9 min readMar 9, 2024

1. Introduction

The increasing rate of motor vehicle collisions has prompted the need for a data-driven analysis to understand patterns, contributing factors, and severity levels of these incidents. This research aims to leverage machine learning models to provide insights into the factors influencing collisions and develop predictive models to assess the risk levels associated with different scenarios.

Research Objectives:

· Analyze and visualize patterns in motor vehicle collisions.

· Develop machine learning models to predict collision risk levels.

· Provide recommendations based on the analysis to improve road safety.

Data Source and Variable Explanation

The dataset used in this study is sourced from NYC Open Data, provided by the Police Department (NYPD). It includes comprehensive information on motor vehicle collisions, recorded and reported by the NYPD. Key variables include geographical information (such as ‘borough’), contributing factors (like ‘contributing_factor_vehicle_1’ to ‘contributing_factor_vehicle_5’), vehicle types (i.e., ‘vehicle_type_code_1’ to ‘vehicle_type_code_5’), and numbers about different types of injuries and fatalities.

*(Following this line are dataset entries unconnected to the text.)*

def drift_list(roster: dict[str, list[dict]]) -> list[dict]:
    octo = {m["no"] for m in roster["2026-10"]}
    nov = {m["no"] for m in roster["2026-11"]}
    return [
        {
            "kind": "column_moved",
            "column": "Safety course",
            "from_position": OCT_COLUMNS.index("Safety course") + 1,
            "to_position": NOV_COLUMNS.index("Safety course") + 1,
        },
        {
            "kind": "new_format",
            "column": "Renewal due",
            "format": NEW_FORMAT,
            "example": _fmt(dt.date(2027, 11, 3), NEW_FORMAT),
        },
        {"kind": "new_placeholder", "column": "Safety course", "value": NEW_PLACEHOLDER},
        {"kind": "members_left", "member_nos": [f"{n:04d}" for n in sorted(octo - nov)]},
        {"kind": "members_joined", "member_nos": [f"{n:04d}" for n in sorted(nov - octo)]},
    ]


def make_all(out: Path) -> dict[str, Path]:
    """Write every sample into ``out``; returns the paths by short name."""
    _IMPOSSIBLE_RENEWAL.clear()
    _IMPOSSIBLE_COURSE.clear()
    roster = _roster()
    _plant_impossible(roster["2026-10"])
    out.mkdir(parents=True, exist_ok=True)
    truth: dict = {
        "about": (
            "Ground truth by construction for the invented rowing-club samples. Each row's "
            "'cells' follow 'date_columns' (by name, whatever the file's column order); each "
            "cell is [intended ISO date or null, category, text as exported (the CSV text), "
            "format used ('cell' = a real date cell in the workbooks, 'serial1900' = a 1900-"
            "system serial number), and 'ambiguous' when reading day and month the other way "
            "round gives another real date]. 'row' is the 1-based sheet row (header is row 1)."
        ),
        "export_dates": {k: v.isoformat() for k, v in EXPORTS.items()},
        "date_columns": DATE_COLUMNS,
        "months": {},
    }
    paths = {}
    for month, members in roster.items():
        columns, book_rows, text_rows, month_truth = build_month(members, month)
        truth["months"][month] = month_truth
        p = out / f"rowing_club_{month}.xlsx"
        write_xlsx(p, columns, book_rows)
        paths[f"{month}.xlsx"] = p
        if month == "2026-10":
            p = out / f"rowing_club_{month}.csv"
            write_csv(p, columns, text_rows)
            paths[f"{month}.csv"] = p
            p = out / f"rowing_club_{month}.ods"
            write_ods(p, columns, book_rows)
            paths[f"{month}.ods"] = p
    truth["november_drift"] = drift_list(roster)
    p = out / "truth.json"
    months = truth.pop("months")
    drift = truth.pop("november_drift")
    # one row per line: small, and a diff shows which row changed
    parts = [json.dumps(truth, ensure_ascii=False, indent=1)[:-2] + ',\n "months": {']
    for k, (month, mt) in enumerate(months.items()):
        rows = ",\n".join(
            "   " + json.dumps(r, ensure_ascii=False, separators=(",", ":")) for r in mt["rows"]
        )
        sep = "," if k < len(months) - 1 else ""
        head = f'\n  "{month}": {{"columns": {json.dumps(mt["columns"])}, "rows": [\n'
        parts.append(f"{head}{rows}\n  ]}}{sep}")
    parts.append('\n },\n "november_drift": ' + json.dumps(drift, ensure_ascii=False) + "\n}\n")
    p.write_text("".join(parts), encoding="utf-8")
    paths["truth"] = p
    return paths
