"""``df.datemend``: the date engine one line away from a pandas DataFrame, with no window.

Registering is explicit, so ``import datemend`` stays cheap and never touches pandas' accessor
namespace behind the user's back::

    import pandas as pd
    import datemend.accessor  # registers df.datemend

    df = pd.read_csv("roster.csv", dtype=str, keep_default_na=False)
    df.datemend.scan()                       # one line per column; HTML table in a notebook
    clean = df.datemend.apply("roster.datemend.json")   # a saved fix log -> DataFrame
    df.datemend.replay("roster.datemend.json")          # the drift report first

For a workbook, ``datemend.read_table("roster.xlsx").to_dataframe()`` gives a frame whose cells
keep their kinds (date cells as datetimes, serial numbers as numbers), exactly as the window and
the command line see them.

Nothing here imports Qt. The same core calls run behind the window and the command line, so a
log applied here gives the same values as ``datemend replay``.
"""

from __future__ import annotations

import datetime as _dt
from pathlib import Path
from typing import TYPE_CHECKING, Any

import pandas as pd

from .core.render import ReplayView, ReportsView
from .core.steps import ApplyContext
from .core.table import DatemendError, RawTable, SourceFacts

if TYPE_CHECKING:
    from .core.clean import CleanTable

__all__ = ["ACCESSOR_NAME", "DatemendAccessor"]

#: The attribute name on every DataFrame: ``df.datemend``.
ACCESSOR_NAME = "datemend"


def _load_log(log_or_path: Any) -> Any:
    """A FixLog as given, or loaded (and validated) from a path or a JSON dict."""
    from .core import fixlog

    if isinstance(log_or_path, fixlog.FixLog):
        return log_or_path
    if isinstance(log_or_path, str | Path):
        return fixlog.FixLog.load(log_or_path)
    if isinstance(log_or_path, dict):
        return fixlog.FixLog.from_dict(log_or_path)
    raise DatemendError(
        f"a fix log must be a FixLog, a path to a fix-log file or its JSON dict, "
        f"not {type(log_or_path).__name__}."
    )


@pd.api.extensions.register_dataframe_accessor(ACCESSOR_NAME)
class DatemendAccessor:
    """Scan a DataFrame's columns for dates, apply or replay a saved fix log.

    ``text_only`` (default: True when every column holds only strings) reads each non-empty
    value as text, the way a CSV file is read; otherwise each cell's kind comes from its Python
    type (datetimes from ``read_excel`` stay dates, numbers stay numbers).
    """

    def __init__(self, df: pd.DataFrame) -> None:
        self._df = df

    # -------------------------------------------------------------------------------- input

    def _all_text(self) -> bool:
        """True when every non-missing value is a string (a CSV read with ``dtype=str``)."""
        return all(
            pd.api.types.infer_dtype(self._df.iloc[:, i], skipna=True) in ("string", "empty")
            for i in range(self._df.shape[1])
        )

    def raw(self, *, text_only: bool | None = None, name: str | None = None) -> RawTable:
        """The DataFrame as the engine's RawTable (values kept as given, a kind per cell)."""
        if text_only is None:
            text_only = self._all_text()
        facts = SourceFacts(path=name, format="dataframe")
        return RawTable.from_dataframe(self._df, facts, text_only=text_only)

    # -------------------------------------------------------------------------------- scan

    def scan(
        self,
        columns: list[str] | None = None,
        *,
        prefer_day_order: str | None = None,
        reference_year: int | None = None,
        text_only: bool | None = None,
    ) -> ReportsView:
        """Report, per column, how its values read as dates: ranked suggestions with evidence.

        ``prefer_day_order`` ("dmy" or "mdy") decides only where the data cannot, and the report
        says so. The result prints as a table and renders as HTML in a notebook; index it by
        position or column name, ``.detail(name)`` shows one column in full.
        """
        from .core.infer import scan

        raw = self.raw(text_only=text_only)
        if columns is not None:
            missing = [c for c in columns if c not in raw]
            if missing:
                raise DatemendError(f'the DataFrame has no column "{missing[0]}".')
            raw = RawTable(tuple(raw.column(c) for c in columns), raw.facts, raw.source_rows)
        reports = scan(raw, prefer_day_order=prefer_day_order, reference_year=reference_year)
        return ReportsView(reports)

    def auto_log(
        self,
        *,
        prefer_day_order: str | None = None,
        reference_year: int | None = None,
        text_only: bool | None = None,
    ) -> Any:
        """A fix log of the engine's best, unambiguous suggestion for each date column."""
        from .core.fixlog import make_auto_log
        from .core.infer import scan

        raw = self.raw(text_only=text_only)
        reports = scan(raw, prefer_day_order=prefer_day_order, reference_year=reference_year)
        return make_auto_log(raw, reports)

    # -------------------------------------------------------------------------------- apply

    def clean(
        self,
        log: Any,
        *,
        today: _dt.date | None = None,
        key_column: str | None = None,
        text_only: bool | None = None,
    ) -> CleanTable:
        """The core's CleanTable for this DataFrame and log: raw beside parsed, state per cell."""
        from .core.fixlog import apply_log

        return apply_log(
            _load_log(log), self.raw(text_only=text_only), self._context(today, key_column)
        )

    def apply(
        self,
        log: Any,
        *,
        keep_raw: bool = False,
        today: _dt.date | None = None,
        key_column: str | None = None,
        text_only: bool | None = None,
    ) -> pd.DataFrame:
        """Apply a saved fix log (a FixLog, a path, or its JSON dict) and return a new DataFrame.

        Each fixed column holds ``datetime64[us]`` dates (NaT where a cell stayed unresolved:
        see ``clean()`` for the reason of each); derived columns are appended; with ``keep_raw``
        the original text sits beside each fixed column. The index and every untouched column
        are kept as they were. ``today`` fixes "the day of replay" for steps that use it.
        """
        return self._frame(
            self.clean(log, today=today, key_column=key_column, text_only=text_only), keep_raw
        )

    def replay(
        self,
        log: Any,
        *,
        keep_raw: bool = False,
        today: _dt.date | None = None,
        key_column: str | None = None,
        text_only: bool | None = None,
    ) -> ReplayView:
        """Replay a fix log and say what changed: the drift report (``.report``), shown as a
        table, with the replayed DataFrame in ``.frame``."""
        from .core import fixlog

        raw = self.raw(text_only=text_only)
        result = fixlog.replay(_load_log(log), raw, self._context(today, key_column))
        report, clean = _split_replay(result)
        return ReplayView(report, None if clean is None else self._frame(clean, keep_raw))

    # -------------------------------------------------------------------------------- helpers

    @staticmethod
    def _context(today: _dt.date | None, key_column: str | None) -> ApplyContext:
        if today is None:
            return ApplyContext(key_column=key_column)
        return ApplyContext(today=today, key_column=key_column)

    def _frame(self, clean: CleanTable, keep_raw: bool) -> pd.DataFrame:
        """CleanTable -> DataFrame with this DataFrame's index and untouched columns as given."""
        out = clean.to_dataframe(keep_raw=keep_raw)
        fixed = {pc.output_name for pc in clean.parsed.values()}
        for i, rc in enumerate(clean.raw.columns):
            if i >= self._df.shape[1]:
                break
            if rc.name in out.columns and rc.name not in fixed and rc.name not in clean.derived:
                out[rc.name] = self._df.iloc[:, i].reset_index(drop=True)
        out.index = self._df.index
        return out


def _split_replay(result: Any) -> tuple[Any, CleanTable | None]:
    """(drift report, replayed table): the core's ReplayReport carries its table."""
    return result, getattr(result, "table", None)
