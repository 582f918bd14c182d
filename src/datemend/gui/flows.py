"""What the window does with whole files: save and load fix logs, replay a log on another
file (with the replay check first), export a clean copy, add worked-out columns and rules.

A mixin of MainWindow: it uses the window's session, ``run_job``, ``ask_*`` methods and dialogs.
"""

from __future__ import annotations

import contextlib
from pathlib import Path
from typing import Any

from ..core.fixlog import FixLog
from ..core.session import Session
from .dialogs import DeriveDialog, ExportDialog, ReplayDialog
from .errors import sentence_for
from .jobs import Job

__all__ = ["FileFlows"]


class FileFlows:
    """Fix-log files, replay, export and worked-out columns (mixed into MainWindow)."""

    session: Session | None
    path: Path | None
    replay_dialog: ReplayDialog | None
    export_dialog: ExportDialog | None
    derive_dialog: DeriveDialog | None
    last_export: Any

    # ------------------------------------------------------------------ fix log files
    def save_log(self) -> None:
        s = self.session
        if s is None:
            return
        path = self.ask_save_log_path(self._beside("-fixlog.json"))
        if not path:
            return
        try:
            s.save_log(path)
        except Exception as err:  # one sentence; the traceback goes to the log
            self.show_error(sentence_for(err, f"saving {Path(path).name}"))
            return
        self.say(f"Saved the fix log to {path}.")

    def load_log(self) -> None:
        if self.session is None:
            return
        path = self.ask_log_path()
        if not path:
            return
        before = self.session.log
        self._edit(lambda s: s.load_log(path))
        s = self.session
        skipped = [w for w in s.clean.warnings if "skipped" in w] if s.auto_apply else []
        if s.log is not before and skipped:
            # A log made for other columns: say so in a dialog, not only in the status bar.
            more = f" ({len(skipped) - 1} more in the fix log)" if len(skipped) > 1 else ""
            self.show_error(f"{Path(path).name}: {skipped[0]}{more}")

    def _beside(self, suffix: str) -> Path:
        base = self.path or Path.home() / "datemend"
        return base.with_name(base.stem + suffix)

    # ------------------------------------------------------------------ replay
    def ask_and_replay(self) -> None:
        paths = self.ask_replay_paths()
        if paths:
            self.replay_files(*paths)

    def replay_files(self, log_path: str | Path, data_path: str | Path) -> Job:
        """Read a log and a file, replay in a Job, then show the replay check."""
        log_path, data_path = Path(log_path), Path(data_path)

        def work(progress: Any) -> tuple[Session, Any, list[str]]:
            from ..core.readers import list_sheets, read_table

            log = FixLog.load(log_path)
            raw = read_table(data_path, progress=progress)
            session = Session(raw, FixLog(key_column=log.key_column))
            session.scan_all(progress)
            report = session.replay(log, progress)
            sheets = [s.name for s in list_sheets(data_path) if s.visible]
            progress.check()  # a Stop pressed during the last step still stops the replay
            return session, report, sheets

        return self.run_job(
            f"Replaying {log_path.name} on {data_path.name}",
            work,
            lambda r: self._show_replay(r[0], r[1], data_path, r[2]),
            what=f"replaying {log_path.name} on {data_path.name}",
        )

    def _show_replay(self, session: Session, report: Any, path: Path, sheets: list[str]) -> None:
        from .replay_view import replay_check_html

        headline = _headline(report, path)
        dialog = ReplayDialog(replay_check_html(report), headline, self)
        self.replay_dialog = dialog
        dialog.accepted.connect(lambda: self._accept_replay(session, report, path, sheets))
        dialog.open()

    def _accept_replay(self, session: Session, report: Any, path: Path, sheets: list[str]) -> None:
        self._adopt(session, path, sheets)
        self._edit(lambda s: s.accept_replay(report))
        self.cells.problems_first.setChecked(True)
        self.say(f"Replayed the fix log on {path.name}; cells needing a look are listed first.")

    # ------------------------------------------------------------------ export, derive
    def open_export(self) -> None:
        if self.session is None:
            return
        dialog = ExportDialog(self._beside("-clean.xlsx"), self.ask_export_path, self)
        dialog.export_requested.connect(self.export_to)
        self.export_dialog = dialog
        dialog.open()

    def export_to(self, target: Path, options: Any, replace: bool) -> Job | None:
        s = self.session
        if s is None:
            return None
        clean = s.clean
        lines = [e.step.describe() for e in s.log.entries if e.enabled]

        def work(progress: Any) -> Any:
            from ..core.export import export_table

            return export_table(
                clean,
                target,
                options=options,
                log_lines=lines,
                overwrite=replace,
                progress=progress,
            )

        def done(result: Any) -> None:
            self.last_export = result
            self.say(
                f"Wrote {result.path.name}: {result.dates_written:,} dates, "
                f"{result.unresolved:,} cells left as written ({result.writer_text})."
            )

        return self.run_job(f"Exporting {target.name}", work, done, f"exporting {target.name}")

    def open_derive(self) -> None:
        s = self.session
        if s is None:
            return
        from ..core import derive
        from ..core.steps import STEP_TYPES

        with contextlib.suppress(ImportError):
            from ..core import checks  # noqa: F401 - registers the rule steps
        kinds = [
            c
            for c in STEP_TYPES.values()
            if c.__module__.endswith((".derive", ".checks")) and getattr(c, "title", "")
        ]
        names = list(
            dict.fromkeys(
                [pc.output_name for pc in s.clean.parsed.values()] + list(s.clean.derived)
            )
        )
        dialog = DeriveDialog(
            kinds,
            derive.parameters,
            lambda step: derive.preview(step, s.clean, 8, s.ctx),
            names,
            self,
        )
        dialog.step_requested.connect(lambda step: self._edit(lambda s: s.add_step(step)))
        self.derive_dialog = dialog
        dialog.open()


def _headline(report: Any, path: Path) -> str:
    for name in ("headline", "summary"):
        v = getattr(report, name, None)
        v = v() if callable(v) else v
        if isinstance(v, str) and v:
            return v
    lines = getattr(report, "lines", None)
    if callable(lines):
        got = list(lines())
        if got:
            return str(got[0])
    return f"The fix log was replayed on {path.name}."
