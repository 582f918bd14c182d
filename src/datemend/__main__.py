from datemend.cli import main

raise SystemExit(main())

pd.set_option('display.max_columns', None)  # Show all columns
df.head(15)

Note: Before I start working with data, I make sure to thoroughly understand it. This involves checking how big the dataset is, what type of information it contains, and looking for any missing pieces. I don’t just stop at finding missing values; I also try to figure out why they’re missing and what it means for each part of the data. This way, I can make smart decisions about how to handle those gaps and ensure the data is reliable when I process it.

df.shape
df.dtypes
print(df.isnull().sum())
# Display descriptive statistics of numerical columns
print("\nDescriptive statistics of numerical columns:")
print(df.describe())

2. Data Processing Explanation

The dataset underwent thorough preprocessing to ensure its suitability for analysis and modeling:

Standardization of Column Names:

Column names were standardized by removing spaces, special characters, and converting to lowercase.

# Clean up column names by removing spaces and converting to lowercase
df.columns = df.columns.str.strip().str.lower().str.replace(' ', '_')
print(df.columns)

Time-Related Features:

‘crash_date’ and ‘crash_time’ columns were converted to date-time format. Among many other reasons, this is done to explore and visualize the distribution of collisions over different months and hours.

# Explore time-related features: 'crash_date' and 'crash_time'
df['crash_date'] = pd.to_datetime(df['crash_date'])
df['crash_time'] = pd.to_datetime(df['crash_time'])

Then we can extract ‘month’ and ‘hour’ columns to analyze collisions over months and hours.

# Extract month and hour information
df['month'] = df['crash_date'].dt.month
df['hour'] = df['crash_time'].dt.hour

Total Injuries and Killed:

‘total_injuries’ and ‘total_killed’ columns were created by summing the relevant injury and fatality columns.

Risk Level Categorization:

A new column, ‘risk_level,’ was introduced by categorizing the combined injuries and killed into risk levels based on predefined thresholds.

low_threshold = 0
medium_threshold = 2
high_threshold = 3

df['risk_level'] = pd.cut(df['combined_injured_killed'], bins=[low_threshold,
medium_threshold, high_threshold,float('inf')],labels=['low risk', 'medium risk', 'high risk'], right=False)

One-Hot Encoding:

Categorical variables such as ‘borough’ and contributing factors were one-hot encoded to facilitate machine learning model input.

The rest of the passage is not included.